Jest dla mnie za szybki...
Proszę Tom, zniszcz t zapomnianą przez Boga płytę, zanim on po ciebie przyjdzie. Dla mnie jest już za późno. Zniszcz dysk. Gdy to zrobisz, zniszczysz i jego, ale zrób to szybko, albo on cię dopadnie. Nigdy nie graj w grę, to jest to, czego on chce. Po prostu to zniszcz.
Proszę...
Kyle
Więc było to bardzo dziwne. Pomimo, że wiedziałem, że Kyle JEST moim najlepszym przyjacielem i nie widziałem go 2 tygodnie, nie zrobiłem tego, o co mnie prosił. Nie myślałem, że ten prosty dysk z grą mógł mu zrobić coś złego, przecież to wszystko jest jedynie grą, co nie? Jak bardzo się myliłem...
Tak, czy inaczej, spojrzałem na płytę. Wyglądała jak każdy normalny komputerowy dysk CR-R, z wyjątkiem
tego, że miała napisane na sobie markerem "SONIC.EXE", i nie była niezwykła w żaden sposób. Wyglądało na to, że dostał ją od kogoś ze sklepu typu eBay. Gdy zauważyłem napis "SONIC" na płycie, podekscytowałem się i zechciałem zagrać, w końcu byłem WIELKIM fanem Sonica. Wszedłem do swojego pokoju,
włączyłem komputer, włożyłem dysk i zainstalowałem grę. Gdy ekran główny się zjawił, zauważyłem, że wyglądał jak pierwszy Sonic. Pomyślałem "Ekstra!". Jak wcześniej pisałem, lubiłem klasyki.
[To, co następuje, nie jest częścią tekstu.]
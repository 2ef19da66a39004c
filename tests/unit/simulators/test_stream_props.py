"""Property tests: any chunking of the stream equals the whole; the fast ring equals its slow twin."""

from __future__ import annotations

import itertools

import numpy as np
from hypothesis import HealthCheck, given, settings
from hypothesis import strategies as st

from rotorwatch.simulators.components import ImpactKernel, ring, ring_slow

from .helpers import renderer_for

FS = 24000.0


@settings(max_examples=12, deadline=None, suppress_health_check=[HealthCheck.function_scoped_fixture])
@given(chunk=st.integers(1, 5000), start_s=st.floats(0.0, 2 * 86400.0), seed=st.integers(0, 2 ** 31))
def test_any_chunking_equals_the_whole(tmp_path_factory, chunk, start_s, seed):
    d = tmp_path_factory.mktemp("chunks")
    r = renderer_for(d, config_kwargs={"fs_hz": FS}, seed=seed,
                     healthy={"unbalance_mm_s": 1.0, "noise_m_s2": 0.2, "speed_drift_pct": 0.4},
                     changes=[{"start_day": 0.0, "end_day": 2.0, "component": "outer_race", "bearing": "b1", "to": 3.0}])
    n_total = min(6000, 300 * chunk)  # tiny chunks: fewer of them, the per-chunk work dominates
    count = -(-n_total // chunk)
    stream = np.concatenate([c[:, 0] for _, c in itertools.islice(r.stream(FS, chunk, start_s=start_s), count)])
    whole = r.snapshot(start_s, count * chunk / FS, FS)["p1"].astype(np.float32)
    assert np.array_equal(stream, whole)


@settings(max_examples=25, deadline=None)
@given(times=st.lists(st.floats(0.0, 0.05), min_size=0, max_size=20), fn=st.floats(1500.0, 8000.0),
       zeta=st.floats(0.01, 0.2), n0=st.integers(0, 10 ** 9))
def test_ring_equals_slow_twin(times, fn, zeta, n0):
    fs = 20000.0
    k = ImpactKernel(fn, zeta)
    t = n0 / fs + np.sort(np.array(times))
    amps = np.linspace(0.5, 2.0, len(times))
    n = 1200
    fast = ring(k, t, amps, n0, n, fs)
    slow = ring_slow(k, t, amps, n0, n, fs)
    # both twins round absolute times (ulp of t); the kernel's slope is about 2 pi fn per unit peak
    tol = 1e-9 + 2 * np.pi * fn * 16 * np.spacing(n0 / fs + 0.1)
    assert np.max(np.abs(fast - slow), initial=0.0) <= tol * max(1.0, np.max(np.abs(slow), initial=0.0))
Pierwszą dziwną rzeczą, którą zauważyłem po wciśnięciu przycisku start była jedna klatka - Ekran główny, który zmienił się w coś okropnego przed przejściem w czarny obraz. Zapamiętałem, jak ekran główny zmienił się w stosunku do klatki przed włączeniem. Niebo pociemniało, mały emblemacik stał się zardzewiały i zrujnowany, napis SEGA 1991 zmienił się w SEGA 666, a woda stała się czerwona, zupełnie jak krew, wyglądała bardzo realistycznie. Ale najokropniejszą rzeczą w tej klatce był Sonic. Jego oczy były kruczo-czarne i leciała z nich krew. Były w nich dwie świecące czerwone kropki patrzące PROSTO NA MNIE.
I jego uśmiech rozszerzył się na do samych krawędzi jego twarzy. Byłem zaniepokojony po zobaczeniu tego obrazka, ale pomyślałem, że to jakaś usterka i zapomniałem o tym. Po przejściu w czarny obraz gra została w nim przez jakieś 10 sekund. Potem zadziała się kolejna dziwna rzecz. Wybór zapisu z Sonic The Hedgehog 3 pojawił się na ekranie. Co jest ku*wa? Co się dzieje w tej grze?! W każdym razie, później zauważyłem, że tło było jak ciemne, pochmurne niebo z poziomu Bad Stardust Speedway z Sonica CD, i były tylko trzy zapisy. W tle słychać było odwróconą wersję muzyki Caverns of Winter z Earthbound. Obrazek dla plików zapisu, w którym zwykle widać podgląd poziomu, na którym akurat jesteśmy był po prostu czerwonym statycznym tłem dla wszystkich trzech plików. Całkowite zaskoczenie wywołał u mnie wybór postaci. Pokazywał tylko Talisa, Knuckles'a, i ku mojemu zaskoczeniu Dr. Robotnik'a! Teraz byłem pewien, że gra nie ma usterek, a jest zhackowana. Taa, definitywnie zhackowana. Była bardzo straszna, ale jako wszechstronny gracz nie bałem się jej (a przynajmniej próbowałem), powiedziałem sobie, że to tylko zhackowana gra i nie jest w tym nic złego. W każdym razie, trzęsąc się ze strachu wybrałem pierwszy plik zapisu i wybrałem Tails'a. Gra zawiesiła się na około 5 sekund i usłyszałem straszny, zglitchowany śmiech. Brzmiał identycznie, jak Kefka z Final Fantasy. Wtedy obraz znów przeszedł w kolor czarny. Został tak przez około 10 sekund lub więcej i pokazała się typowa nazwa poziomu, z wyjątkiem tego, że kształty miały inne odcienie czerwonego i tekst pokazywał tylko:
"WZGÓRZE, AKT 1"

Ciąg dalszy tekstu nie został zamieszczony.